10.30.2017 0

Do Mueller’s charges even have anything to do with the 2016 election? If not, he should resign.

By Robert Romano

By now you’ve received the “news” that the first charges have been filed in Special Counsel Robert Mueller’s investigation into Russia’s supposed of hacking the Democratic National Committee and John Podesta and, with the Trump campaign’s assistance, putting those emails on Wikileaks.

Oh wait. Those are not going to be the charges?

No, apparently, the charges might — emphasis on might since nobody knows — relate to financial transactions dating back to 2012 and 2013, to $17 million of loans dating back to former Trump campaign manager Paul Manafort’s time as a political consultant in Ukraine.

Again, we don’t know. We’re only speculating based on the breathless reporting from CNN, Buzzfeed and others. But if that’s true, one has to ask. What about the 2016 election? What about the emails? Wikileaks? Collusion? No?

The fact that Mueller had to go back into time to find something else vaguely related to Russia — well, Ukraine does share a border with Russia, right? — should tell the establishment in Washington, D.C. what the rest of the political world already knows. That after a year of an FBI investigation and apparent surveillance by the former Obama administration of the Trump campaign and transition, carried through into the administration, there never was anything to the story about the Trump campaign coordinating any hack of the Democrats by Russia.

You can see their alibi shaping up, too. You see, Manafort had an ongoing investigation into his dealings in Ukraine dating back a decade when Trump hired him—which apparently wasn’t going anywhere—and then suddenly in 2016 it heated up again. Based on what new evidence, we wonder, besides the fact that Manafort was hired by Trump and subsequently appeared in the now-discredited Christopher Steele dossier?

What you have instead is a runaway special counsel in Mueller, whose apparent job was never to investigate a crime, but to find a crime — any crime would do — that could be pinned on former Trump campaign officials including Manafort.

That alone violates the spirit of the special counsel statute, who is only supposed to be appointed to do with a crime. Instead, as the National Review’s Andrew McCarthy has repeatedly noted, Mueller’s job was to head up the counterintelligence investigation into Trump world after former FBI Director James Comey was fired.

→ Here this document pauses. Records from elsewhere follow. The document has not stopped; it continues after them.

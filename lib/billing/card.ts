import 'server-only';
import crypto from 'node:crypto';
import type { Transaction } from 'sequelize';
import { audit } from '@/lib/audit';
import type { Actor } from '@/lib/auth';
import { conflict, HttpError, notFound } from '@/lib/http';
import { formatCents } from '@/lib/money';
import { chargeCard, type ProviderCharge } from '@/lib/payments';
import { sequelize } from '@/models';
import { exec, int, select } from './db';
import { getInvoiceDetail } from './invoices';
import { lockCoopBilling } from './locks';
import { allocatePayment } from './payments';
import { invoiceLabel, todayIn } from './periods';
import type { InvoiceDetail } from './types';

/** How long one request owns an attempt while it talks to the provider (then a retry may take over). */
const LEASE_SECONDS = 30;
/** The smallest card charge in USD and most two-decimal currencies (Stripe's documented minimum, 50 cents). */
export const MIN_CARD_CHARGE_CENTS = 50;

interface AttemptRow {
  id: number; invoice_id: number; membership_id: number; amount_cents: string; currency: string; card_token: string;
  idempotency_key: string; status: 'pending' | 'succeeded' | 'failed'; lease_until: Date | null;
}

/**
 * Records a succeeded charge exactly once, whichever path reports it first (the API answer or a
 * webhook, in any order, any number of times): the attempt moves pending/failed → succeeded (never
 * back), one payment row is written (UNIQUE attempt and charge ids) and applied to the invoice —
 * any excess, or all of it if the invoice was voided or paid meanwhile, becomes member credit.
 * @returns 'applied' when this call recorded it, 'no-change' when it was already recorded
 */
export async function completeAttemptSucceeded(t: Transaction, coopId: number, attemptId: number, charge: ProviderCharge, userId: number | null): Promise<'applied' | 'no-change' | 'unknown'> {
  await lockCoopBilling(t, coopId);
  const [a] = await select<AttemptRow & { timezone: string }>(
    `SELECT a.*, c.timezone FROM payment_attempts a JOIN coops c ON c.id = a.coop_id WHERE a.id = $id AND a.coop_id = $coopId FOR UPDATE OF a`,
    { id: attemptId, coopId },
    t,
  );
  if (!a) return 'unknown';
  if (a.status === 'succeeded') return 'no-change';
  await exec(
    `UPDATE payment_attempts SET status = 'succeeded', stripe_charge_id = $chargeId, completed_at = now(), lease_until = NULL,
       failure_code = NULL, failure_message = NULL, updated_at = now() WHERE id = $id`,
    { id: attemptId, chargeId: charge.id },
    t,
  );
  const today = todayIn(a.timezone);
  const [p] = await select<{ id: number }>(
    `INSERT INTO payments (coop_id, membership_id, method, amount_cents, unallocated_cents, received_on, period, reference, stripe_charge_id, payment_attempt_id, recorded_by_user_id)
     VALUES ($coopId, $m, 'card', $amount, $amount, $today::date, date_trunc('month', $today::date)::date, $ref, $chargeId, $attemptId, $userId)
     ON CONFLICT DO NOTHING RETURNING id`,
    { coopId, m: a.membership_id, amount: charge.amountCents, today, ref: charge.cardLabel?.slice(0, 60) ?? null, chargeId: charge.id, attemptId, userId },
    t,
  );
  if (!p) return 'no-change';
  const alloc = await allocatePayment(t, coopId, p.id, a.invoice_id, userId);
  await audit({
    coopId, actorUserId: userId, action: 'payment.card.succeeded', entityType: 'payment', entityId: p.id,
    before: { attemptId, status: a.status }, after: { attemptId, chargeId: charge.id, amountCents: charge.amountCents, invoiceId: a.invoice_id, ...alloc },
  }, t);
  return 'applied';
}

/** Marks an attempt declined; never overrides a success. */
export async function markAttemptFailed(t: Transaction, coopId: number, attemptId: number, code: string, message: string): Promise<'applied' | 'no-change'> {
  const n = await exec(
    `UPDATE payment_attempts SET status = 'failed', failure_code = $code, failure_message = $message, completed_at = now(), lease_until = NULL, updated_at = now()
     WHERE id = $id AND coop_id = $coopId AND status = 'pending'`,
    { id: attemptId, coopId, code: code.slice(0, 60), message: message.slice(0, 240) },
    t,
  );
  return n > 0 ? 'applied' : 'no-change';
}

/**
 * A member pays their own invoice by card, charged at most once however often they click:
 *  1. under the co-op's billing lock, the invoice's one open attempt is found or created, with its
 *     idempotency key (`payment-attempt-<id>-<salt>`) committed BEFORE the provider is called; an
 *     attempt another request is working on right now → 409;
 *  2. the provider is called with that key (an earlier attempt is replayed with its own card and
 *     amount, so the provider answers with the first result instead of charging again);
 *  3. the answer is recorded: success → payment applied; decline → attempt failed (a new click
 *     starts a fresh attempt); provider unreachable → attempt stays open for a later retry or the
 *     provider's webhook, and the member is told the invoice is still unpaid.
 */
export async function payInvoiceByCard(actor: Actor, invoiceId: number, cardToken: string): Promise<{ status: 'succeeded'; invoice: InvoiceDetail }> {
  const coopId = actor.coop.id;
  const attempt = await sequelize.transaction(async (t) => {
    await lockCoopBilling(t, coopId);
    const [inv] = await select<{ id: number; kind: string; status: string; total_cents: string; paid_cents: string; number: number }>(
      `SELECT id, kind, status, total_cents, paid_cents, number FROM invoices
       WHERE id = $id AND coop_id = $coopId AND membership_id = $m AND status <> 'draft' FOR UPDATE`,
      { id: invoiceId, coopId, m: actor.membershipId },
      t,
    );
    if (!inv) throw notFound('Invoice not found.');
    if (inv.kind !== 'invoice') throw conflict('A credit note is not paid; its amount is already on your account.');
    if (inv.status === 'paid') throw conflict('This invoice is already paid.', { code: 'already-paid' });
    if (inv.status === 'void') throw conflict('This invoice was voided; see the credit note and any newer invoice.');
    const [open] = await select<AttemptRow>(`SELECT * FROM payment_attempts WHERE invoice_id = $id AND status = 'pending' FOR UPDATE`, { id: invoiceId }, t);
    if (open) {
      if (open.lease_until && new Date(open.lease_until).getTime() > Date.now()) {
        throw conflict('A payment for this invoice is already being processed. Wait a moment and reload the page.', { code: 'in-progress' });
      }
      await exec(`UPDATE payment_attempts SET lease_until = now() + make_interval(secs => $s), updated_at = now() WHERE id = $id`, { id: open.id, s: LEASE_SECONDS }, t);
      return open;
    }
    const outstanding = int(inv.total_cents) - int(inv.paid_cents);
    if (outstanding < MIN_CARD_CHARGE_CENTS) {
      throw new HttpError(422, 'Some fields need attention.', { card: [`Amounts under ${formatCents(MIN_CARD_CHARGE_CENTS, actor.coop.currency)} cannot be paid by card; please pay the treasurer in cash.`] });
    }
    // The key names the row it belongs to: the id and the key come from the same nextval.
    const [row] = await select<AttemptRow>(
      `INSERT INTO payment_attempts (id, coop_id, invoice_id, membership_id, amount_cents, currency, card_token, idempotency_key, lease_until, created_by_user_id)
       SELECT n.id, $coopId, $invoiceId, $m, $amount, $currency, $token, 'payment-attempt-' || n.id || '-' || $salt, now() + make_interval(secs => $s), $userId
       FROM (SELECT nextval('payment_attempts_id_seq') AS id) n
       RETURNING *`,
      { coopId, invoiceId, m: actor.membershipId, amount: outstanding, currency: actor.coop.currency, token: cardToken, salt: crypto.randomBytes(6).toString('hex'), s: LEASE_SECONDS, userId: actor.user.id },
      t,
    );
    await audit({ coopId, actorUserId: actor.user.id, action: 'payment.attempt.start', entityType: 'payment_attempt', entityId: row!.id, after: { invoiceId, amountCents: outstanding, idempotencyKey: row!.idempotency_key } }, t);
    return row!;
  });

  const outcome = await chargeCard({
    amountCents: int(attempt.amount_cents),
    currency: attempt.currency,
    cardToken: attempt.card_token,
    description: `${actor.coop.name} — invoice ${invoiceLabel('invoice', (await invoiceNumber(coopId, invoiceId)) ?? null) ?? invoiceId}`,
    metadata: { coop_id: String(coopId), invoice_id: String(invoiceId), payment_attempt_id: String(attempt.id) },
    idempotencyKey: attempt.idempotency_key,
  });

  if (outcome.outcome === 'succeeded') {
    await sequelize.transaction((t) => completeAttemptSucceeded(t, coopId, attempt.id, outcome.charge, actor.user.id));
    return { status: 'succeeded', invoice: await getInvoiceDetail(coopId, invoiceId, { membershipId: actor.membershipId, includeDrafts: false }) };
  }
  if (outcome.outcome === 'declined' || outcome.outcome === 'rejected') {
    await sequelize.transaction(async (t) => {
      await lockCoopBilling(t, coopId);
      await markAttemptFailed(t, coopId, attempt.id, outcome.outcome === 'declined' ? outcome.code : 'rejected', outcome.message);
      await audit({ coopId, actorUserId: actor.user.id, action: 'payment.attempt.failed', entityType: 'payment_attempt', entityId: attempt.id, after: { outcome: outcome.outcome, message: outcome.message } }, t);
    });
    if (outcome.outcome === 'declined') throw new HttpError(402, `Your card was not accepted: ${outcome.message} Nothing was charged. Try another card, or pay the treasurer in cash.`, undefined, { code: 'card-declined' });
    throw new HttpError(502, `The card payment service refused this payment (${outcome.message}). Nothing was charged.`, undefined, { code: 'provider-rejected' });
  }
  await exec(`UPDATE payment_attempts SET lease_until = NULL, updated_at = now() WHERE id = $id AND status = 'pending'`, { id: attempt.id });
  throw new HttpError(
    503,
    'We could not reach the card payment service, so your invoice still shows as unpaid. Please try again in a few minutes — you will not be charged twice. If the payment did go through, it will appear here by itself.',
    undefined,
    { code: 'provider-unavailable' },
  );
}

async function invoiceNumber(coopId: number, invoiceId: number): Promise<number | null> {
  const [r] = await select<{ number: number | null }>('SELECT number FROM invoices WHERE id = $id AND coop_id = $coopId', { id: invoiceId, coopId });
  return r?.number ?? null;
}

Who knows what other types of charges Mueller might find? But to the extent that they generally have little to nothing to do with the original allegations outlined in DNC funded reports by both Crowdstrike — outlining the supposed hack — and Fusion GPS and Christopher Steele — outlining the supposed collusion — it is time for the Justice Department, Congress and everyone else inside the Beltway to question what the heck we even have a special counsel for.

Such a case as outlined by Buzzfeed and others shaping up against Manafort, if it has any merit at all, could have been handled by a regular U.S. Attorney. Since it reportedly deals with financial transactions dating back to 2012 and 2013, it does not even fit into the scope of Attorney General Jeff Sessions’ original recusal, which took him off looking into anything related to the 2016 campaign.

Which takes us back full circle. If there are no charges forthcoming to do with conduct in the election, hacks in the election, collusion in the election and other nonsense, that should be the end of Mueller’s investigation. This is just a witch hunt to hurt people in Trump’s orbit, and having been exposed as a Hillary Clinton campaign and DNC-funded fraud, is now going back in time to find something, anything to charge somebody.

We’ll know soon what these allegations being brought by Mueller have to do with. But to the extent they have nothing to do with Russia hacking or Trump collusion, the pressure will mount for Mueller to resign. There was never probable cause for the investigation in the first place, just a political hit job by Clinton and company.

Robert Romano is the Vice President of Public Policy at Americans for Limited Government.